At A Loss

This is hard. Really freaking hard. So hard that I stared at this screen and didn’t know how to get started. I’ve got so many emotions running through my brain and I really don’t know how to get them out or even make sense of them. One moment I feel like crying, the next I feel like punching something, the next I just shrug my shoulders and think “oh well”.

I’m sick again.

I haven’t been feeling great for the last couple of weeks. My gut has been cranky. My mood has been off. I generally have not been myself. Guess these are the signals that my body is getting ready to rebel and take over.

I don’t really know what else to say. I’m slowly learning that life with ulcerative colitis is a roller coaster. At least I can be happy in that I did make the most of the healthy times I’ve had. I managed a remission from September until the middle of May and I did a lot in this time: cyclo-cross racing, commuting to work, skate skiing, snowshoe running, spending lots of quality time with friends and family and simply enjoyed life.

So damn frustrating. I have no idea how long this flare will last or if it will get really “bad”. Time will tell I guess.

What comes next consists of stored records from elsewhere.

/**
 * Models kept in a triple store: a Jena TDB2 dataset in a folder, one named graph per building and the vocabulary
 * in a graph of its own ({@link org.tufa.analysis.store.ModelStore}), loaded by {@code tufa load}, read by
 * {@code coverage}, {@code query} and {@code analyze} with {@code --store}, and served read-only over the SPARQL
 * protocol by {@code tufa serve} ({@link org.tufa.analysis.store.StoreServer}).
 */
package org.tufa.analysis.store;
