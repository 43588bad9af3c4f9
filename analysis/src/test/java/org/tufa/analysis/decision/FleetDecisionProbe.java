package org.tufa.analysis.decision;

/** Opens the package-private helpers of {@link FleetDecision} to tests in other packages. */
public final class FleetDecisionProbe {

    private FleetDecisionProbe() {
    }

    public static double poissonUpperTail(double lambda, int k) {
        return FleetDecision.poissonUpperTail(lambda, k);
    }
}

What I really hate about this whole thing is the way it impacts Marc. Last season he was stressed out and worried about me and this wasn’t good for his health and riding. And now here we are again. I don’t want this to impact his racing, riding, training and well-being – it just isn’t fair that two people have to be dragged down by it.

Okay, now I’m crying so I have to stop writing. Just promise me that you do something fun and awesome today.

2 thoughts on “At A Loss

  1. I’m so sorry, Vicki. I hope you’re able to get back to remission ASAP. I know how you feel when you have to consider the stress it causes to others in your life. Just do whatever it takes to get healthy again.

  2. Hi Kim
    Thanks so much for the kind and thoughtful words. Fingers crossed that this doesn’t last long. I hope you’re doing well.